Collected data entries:
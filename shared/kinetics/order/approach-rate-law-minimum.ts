import { KineticsError } from '../numeric/kinetics-error.ts';
import { solveSmallSymmetric } from '../numeric/small-cholesky.ts';
import type { RateLawModel } from '../types.ts';
import { initialRateOf, rateConstantOf } from './initial-rate-form.ts';
import { type NormalEquations, rateLawObjective } from './rate-law-objective.ts';
import type { RateLawStart } from './rate-law-start.ts';

/**
 * The first stage of a rate-law fit: Marquardt-damped Gauss–Newton on streamed 2×2/3×3 normal equations,
 * then undamped Gauss–Newton steps while they keep halving. `fitRateLaw` reports its answer when its
 * remaining step (`remainingRelativeStep`) is at most 1e-11 of every free parameter, and otherwise finishes
 * the fit with the NIST-checked `levenbergMarquardt` from the point returned here.
 *
 * Why a streamed stage: the NIST-checked solver builds a Jacobian row per point per iteration; from the
 * product's starting values (the linearised plots) a fit takes 5–40 iterations, which on a 10⁵-point series
 * fitted five or six times costs more than the speed target allows. This stage streams the normal
 * equations without allocation.
 *
 * Formula in words: from the start, repeat: form JᵀJ and Jᵀr (`rate-law-objective.ts`); solve
 * (JᵀJ + λ·diag JᵀJ)·δ = Jᵀr; accept the step when the residual sum of squares falls (then λ shrinks
 * tenfold), otherwise raise λ tenfold. Stop when the Bates–Watts relative offset √(rᵀP r/p)/√(rᵀr/(N − p)),
 * P the projection onto the tangent plane, is below `RELATIVE_OFFSET_TOLERANCE` (the parameters are then
 * within about 1e-6 standard errors of the minimum), or — within `ROUNDING_OFFSET_TOLERANCE` — when no step
 * lowers the sum of squares or an accepted one lowers it by less than `STALLED_RELATIVE_DECREASE`. The
 * free order is iterated in initial-rate form (C0, r0 = k·C0ⁿ, n), which is far better conditioned at low
 * conversion, and returned in that form. n is kept in `ORDER_SEARCH_RANGE`; once a step is stopped at a
 * limit, n stays there. Series above 5000 points start from this stage run on a 1000-point subsample; a
 * zero-order line that reaches 0 inside the data extends accepted steps by doubling (past its end the
 * derivatives vanish, so Gauss–Newton undershoots the end point).
 *
 * Reference: D. W. Marquardt, J. Soc. Ind. Appl. Math. 11 (1963) 431–441; D. M. Bates & D. G. Watts,
 * Nonlinear Regression Analysis and Its Applications (1988) §2.2.3 (relative offset criterion).
 *
 * `response` holds the values on the fitting scale (ln values when `logScale`). An infeasible start is
 * repaired by halving k (an infeasible start is almost always a rate constant too large for the time span).
 * Throws `KineticsError('not-converged')` when no feasible start can be found.
 *
 * Example: order 1 on (0, 100), (1, 50), (2, 25) from (90, 0.5) returns (100, ln 2) with reason 'exact fit'.
 */

export interface RateLawApproach {
  /** (C0, k, n) for orders 0/1/2 (n the order); (C0, r0, n) in initial-rate form for the free order. */
  parameters: [number, number, number];
  iterations: number;
  converged: boolean;
  /** Free order only: a step was stopped at an end of `ORDER_SEARCH_RANGE`, and n stayed there. */
  atSearchLimit: boolean;
  reason: string;
  /** Residual sum of squares at `parameters`, on the fitting scale. */
  residualSumOfSquares: number;
  /**
   * Largest |δₐ|/|θₐ| of the undamped Gauss–Newton step δ at `parameters` over the parameters still free
   * (in the form returned): how far, relatively, the answer may still be from the minimum. Infinite when
   * JᵀJ is singular there; 0 for an exact fit.
   */
  remainingRelativeStep: number;
}

/** Bates–Watts relative offset below which this stage stops (they suggest 1e-3 for a final answer). */
export const RELATIVE_OFFSET_TOLERANCE = 1e-6;
/** Relative offset that rounding in sums over 10⁵ points can leave; below it a failed step ends the stage. */
const ROUNDING_OFFSET_TOLERANCE = 1e-3;
/**
 * An accepted step that lowers the RSS by less than this fraction, near the minimum (offset below
 * `ROUNDING_OFFSET_TOLERANCE`), ends the stage: on long series with a zero-order end point the RSS has a
 * tiny kink at every point the end passes, and further steps only creep between them.
 */
const STALLED_RELATIVE_DECREASE = 1e-9;
/** A residual sum of squares this small relative to Σy² is an exact fit. */
const EXACT_FIT_TOLERANCE = 1e-26;
const MAX_ITERATIONS = 200;
const INITIAL_DAMPING = 1e-3;
const MAX_DAMPING = 1e16;
/** Gauss–Newton continuation (`continueGaussNewton`): at most this many steps, down to this offset. */
const MAX_CONTINUATION_STEPS = 40;
const CONTINUATION_OFFSET = 1e-13;
/** Relative rise of the sum of squares that rounding can cause (log-scale residuals ~1e-3 of the values). */
const CONTINUATION_RSS_NOISE = 1e-12;
/** Halvings of k tried to make an infeasible start feasible. */
export const START_REPAIR_HALVINGS = 60;
/**
 * Above this many points the stage first runs on an evenly spaced subsample of about `WARM_START_POINTS`
 * points and starts from that answer: the subsample sees the same curve at a fraction of the cost.
 */
export const WARM_START_MIN_POINTS = 5000;
const WARM_START_POINTS = 1000;
/** The free order is searched on this interval. */
export const ORDER_SEARCH_RANGE: readonly [number, number] = [-1, 5];

export function approachRateLawMinimum(
  model: RateLawModel,
  times: ArrayLike<number>,
  response: Float64Array,
  logScale: boolean,
  initialStart: RateLawStart,
): RateLawApproach {
  const pointCount = times.length;
  const p: 2 | 3 = model === 'n' ? 3 : 2;
  let sumOfSquaresOfResponse = 0;
  for (let i = 0; i < pointCount; i++) sumOfSquaresOfResponse += response[i]! ** 2;
  const objective = rateLawObjective(model, times, response, logScale);
  const start =
    pointCount > WARM_START_MIN_POINTS
      ? warmStart(model, times, response, logScale, initialStart)
      : initialStart;

  // The free order is iterated in initial-rate form (C0, r0 = k·C0ⁿ, n); see `initialRateLawAt`.
  const freeOrder = model === 'n';
  const startOrder = freeOrder ? (start.n ?? 1) : model;
  const theta = new Float64Array([
    start.initialValue,
    freeOrder ? initialRateOf(start.initialValue, start.rateConstant, startOrder) : start.rateConstant,
    startOrder,
  ]);
  let current: NormalEquations & { rss: number } = {
    rss: 0,
    normal: new Float64Array(p * p),
    gradient: new Float64Array(p),
  };
  let trial: NormalEquations & { rss: number } = {
    rss: 0,
    normal: new Float64Array(p * p),
    gradient: new Float64Array(p),
  };
  current.rss = objective(theta, current);
  for (let attempt = 0; Number.isNaN(current.rss) && attempt < START_REPAIR_HALVINGS; attempt++) {
    theta[1] = theta[1]! / 2;
    current.rss = objective(theta, current);
  }
  if (Number.isNaN(current.rss)) {
    throw new KineticsError('not-converged', `No feasible starting point for the ${describe(model)} fit.`, {
      model,
    });
  }

  const step = new Float64Array(p);
  const block = new Float64Array(p * p);
  const candidate = new Float64Array(3);
  const degreesOfFreedom = pointCount - p;
  let damping = INITIAL_DAMPING;
  let iterations = 0;
  let converged = false;
  let reason = 'iteration limit reached';
  // Parameters still free: all of them, or (C0, r0) once the free order has been stopped at a search limit.
  let active: 2 | 3 = p;
  let atSearchLimit = false;
  for (; iterations < MAX_ITERATIONS; iterations++) {
    if (current.rss <= EXACT_FIT_TOLERANCE * sumOfSquaresOfResponse) {
      converged = true;
      reason = 'exact fit';
      break;
    }
    leadingBlock(current.normal, p, active, block);
    const offset = relativeOffset(block, current.gradient, current.rss, step, active, degreesOfFreedom);
    if (offset !== null && offset < RELATIVE_OFFSET_TOLERANCE) {
      converged = true;
      reason = 'relative offset below tolerance';
      break;
    }
    let accepted = false;
    let clamped = false;
    while (damping <= MAX_DAMPING) {
      leadingBlock(current.normal, p, active, block);
      for (let a = 0; a < active; a++) block[a * active + a] = block[a * active + a]! * (1 + damping);
      if (solveSmallSymmetric(block, current.gradient, step, active)) {
        candidate.set(theta);
        for (let a = 0; a < active; a++) candidate[a] = theta[a]! + step[a]!;
        clamped = false;
        if (active === 3) {
          const limited = Math.min(ORDER_SEARCH_RANGE[1], Math.max(ORDER_SEARCH_RANGE[0], candidate[2]!));
          clamped = limited !== candidate[2];
          candidate[2] = limited;
        }
        trial.rss = objective(candidate, trial);
        if (!Number.isNaN(trial.rss) && trial.rss < current.rss) {
          accepted = true;
          break;
        }
      }
      // Within rounding of the minimum (long series), a rejected step means there is nothing left to gain.
      if (offset !== null && offset < ROUNDING_OFFSET_TOLERANCE) break;
      damping *= 10;
    }
    if (!accepted) {
      converged = offset !== null && offset < ROUNDING_OFFSET_TOLERANCE;
      reason = converged ? 'no further decrease possible' : 'no decrease found';
      break;
    }
    const gain = (current.rss - trial.rss) / current.rss;
    theta.set(candidate);
    [current, trial] = [trial, current];
    if (model === 0 && endsWithinData(theta, times)) {
      // Past its end the line has zero derivatives, so Gauss–Newton undershoots the end point; extend the step
      // (doubling) while the sum of squares keeps falling.
      for (let factor = 1; factor <= 64; factor *= 2) {
        for (let a = 0; a < active; a++) candidate[a] = theta[a]! + factor * step[a]!;
        trial.rss = objective(candidate, trial);
        if (Number.isNaN(trial.rss) || trial.rss >= current.rss) break;
        theta.set(candidate);
        [current, trial] = [trial, current];
      }
    }
    if (gain < STALLED_RELATIVE_DECREASE && offset !== null && offset < ROUNDING_OFFSET_TOLERANCE) {
      converged = true;
      reason = 'the sum of squares no longer decreases';
      iterations++;
      break;
    }
    damping = Math.max(damping / 10, 1e-12);
    if (clamped) {
      active = 2;
      atSearchLimit = true;
    }
  }
  if (converged && reason !== 'exact fit') {
    iterations += continueGaussNewton(objective, theta, current, trial, active, degreesOfFreedom, p);
  }
  const remainingRelativeStep = reason === 'exact fit' ? 0 : relativeStep(current, theta, p, active);
  return {
    parameters: [theta[0]!, theta[1]!, theta[2]!],
    iterations,
    converged,
    atSearchLimit,
    reason,
    residualSumOfSquares: current.rss,
    remainingRelativeStep,
  };
}

/** max |δₐ|/|θₐ| of the undamped Gauss–Newton step at `theta` (from its normal equations `current`). */
function relativeStep(current: NormalEquations, theta: Float64Array, p: number, active: number): number {
  const block = new Float64Array(active * active);
  const step = new Float64Array(active);
  leadingBlock(current.normal, p, active, block);
  if (!solveSmallSymmetric(block, current.gradient, step, active)) return Number.POSITIVE_INFINITY;
  let largest = 0;
  for (let a = 0; a < active; a++) largest = Math.max(largest, Math.abs(step[a]!) / Math.abs(theta[a]!));
  return Number.isNaN(largest) ? Number.POSITIVE_INFINITY : largest;
}

/**
 * Undamped Gauss–Newton steps from a converged point while each step is at most half the previous one in
 * standard errors (the relative offset halves), the sum of squares rises by no more than rounding, and the
 * offset is above `CONTINUATION_OFFSET`. Near the minimum the sum of squares no longer resolves the steps,
 * but their shrinking does; on fits with large residuals (a wrong order) Gauss–Newton converges only
 * linearly, and these steps, at one streamed pass each, leave the final solver its last one or two.
 * Returns the number of steps taken; `theta` and `current` hold the last point kept.
 */
function continueGaussNewton(
  objective: ReturnType<typeof rateLawObjective>,
  theta: Float64Array,
  current: NormalEquations & { rss: number },
  trial: NormalEquations & { rss: number },
  active: number,
  degreesOfFreedom: number,
  p: number,
): number {
  const block = new Float64Array(p * p);
  const step = new Float64Array(p);
  const candidate = new Float64Array(3);
  let previousOffset = Number.POSITIVE_INFINITY;
  let steps = 0;
  for (; steps < MAX_CONTINUATION_STEPS; steps++) {
    leadingBlock(current.normal, p, active, block);
    const offset = relativeOffset(block, current.gradient, current.rss, step, active, degreesOfFreedom);
    if (offset === null || offset < CONTINUATION_OFFSET || !(offset <= 0.5 * previousOffset)) break;
    candidate.set(theta);
    for (let a = 0; a < active; a++) candidate[a] = theta[a]! + step[a]!;
    trial.rss = objective(candidate, trial);
    if (!(trial.rss <= current.rss * (1 + CONTINUATION_RSS_NOISE))) break;
    theta.set(candidate);
    // Keep the trial's sums as the current ones (swap the buffers).
    const { normal, gradient, rss } = trial;
    trial.normal = current.normal;
    trial.gradient = current.gradient;
    current.normal = normal;
    current.gradient = gradient;
    current.rss = rss;
    previousOffset = offset;
  }
  return steps;
}

function warmStart(
  model: RateLawModel,
  times: ArrayLike<number>,
  response: Float64Array,
  logScale: boolean,
  start: RateLawStart,
): RateLawStart {
  const stride = Math.ceil(times.length / WARM_START_POINTS);
  const sampledTimes: number[] = [];
  const sampledResponse: number[] = [];
  for (let i = 0; i < times.length; i += stride) {
    sampledTimes.push(times[i]!);
    sampledResponse.push(response[i]!);
  }
  try {
    const rough = approachRateLawMinimum(
      model,
      sampledTimes,
      Float64Array.from(sampledResponse),
      logScale,
      start,
    );
    const [initialValue, rate, n] = rough.parameters;
    return { initialValue, rateConstant: model === 'n' ? rateConstantOf(initialValue, rate, n) : rate, n };
  } catch {
    return start; // the full series reports its own problem
  }
}

/** True when a zero-order line (C0, k) reaches 0 before the last time, so some points sit on its flat end. */
function endsWithinData(theta: Float64Array, times: ArrayLike<number>): boolean {
  const initialValue = theta[0]!;
  const rateConstant = theta[1]!;
  return initialValue > 0 && rateConstant > 0 && initialValue / rateConstant < times[times.length - 1]!;
}

/** Copies the leading `active`×`active` block of a p×p row-major matrix into `out` (row-major, stride `active`). */
function leadingBlock(matrix: Float64Array, p: number, active: number, out: Float64Array): void {
  for (let a = 0; a < active; a++) for (let b = 0; b < active; b++) out[a * active + b] = matrix[a * p + b]!;
}

/** Bates–Watts relative offset from the undamped Gauss–Newton step; null when JᵀJ is singular. */
function relativeOffset(
  normal: Float64Array,
  gradient: Float64Array,
  rss: number,
  step: Float64Array,
  active: number,
  degreesOfFreedom: number,
): number | null {
  if (!solveSmallSymmetric(normal, gradient, step, active)) return null;
  let projected = 0;
  for (let a = 0; a < active; a++) projected += gradient[a]! * step[a]!;
  return Math.sqrt(Math.max(0, projected) / active / (rss / degreesOfFreedom));
}

export function describe(model: RateLawModel): string {
  return model === 'n' ? 'free-order' : ['zero-order', 'first-order', 'second-order'][model]!;
}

• **Work order**:
Please restate the records word for word. Go from the first line to the line with "parameters are then" and include both.

• **Answer for this exercise**:
filename shared/kinetics/order/approach-rate-law-minimum.ts
import { KineticsError } from '../numeric/kinetics-error.ts';
import { solveSmallSymmetric } from '../numeric/small-cholesky.ts';
import type { RateLawModel } from '../types.ts';
import { initialRateOf, rateConstantOf } from './initial-rate-form.ts';
import { type NormalEquations, rateLawObjective } from './rate-law-objective.ts';
import type { RateLawStart } from './rate-law-start.ts';

/**
 * The first stage of a rate-law fit: Marquardt-damped Gauss–Newton on streamed 2×2/3×3 normal equations,
 * then undamped Gauss–Newton steps while they keep halving. `fitRateLaw` reports its answer when its
 * remaining step (`remainingRelativeStep`) is at most 1e-11 of every free parameter, and otherwise finishes
 * the fit with the NIST-checked `levenbergMarquardt` from the point returned here.
 *
 * Why a streamed stage: the NIST-checked solver builds a Jacobian row per point per iteration; from the
 * product's starting values (the linearised plots) a fit takes 5–40 iterations, which on a 10⁵-point series
 * fitted five or six times costs more than the speed target allows. This stage streams the normal
 * equations without allocation.
 *
 * Formula in words: from the start, repeat: form JᵀJ and Jᵀr (`rate-law-objective.ts`); solve
 * (JᵀJ + λ·diag JᵀJ)·δ = Jᵀr; accept the step when the residual sum of squares falls (then λ shrinks
 * tenfold), otherwise raise λ tenfold. Stop when the Bates–Watts relative offset √(rᵀP r/p)/√(rᵀr/(N − p)),
 * P the projection onto the tangent plane, is below `RELATIVE_OFFSET_TOLERANCE` (the parameters are then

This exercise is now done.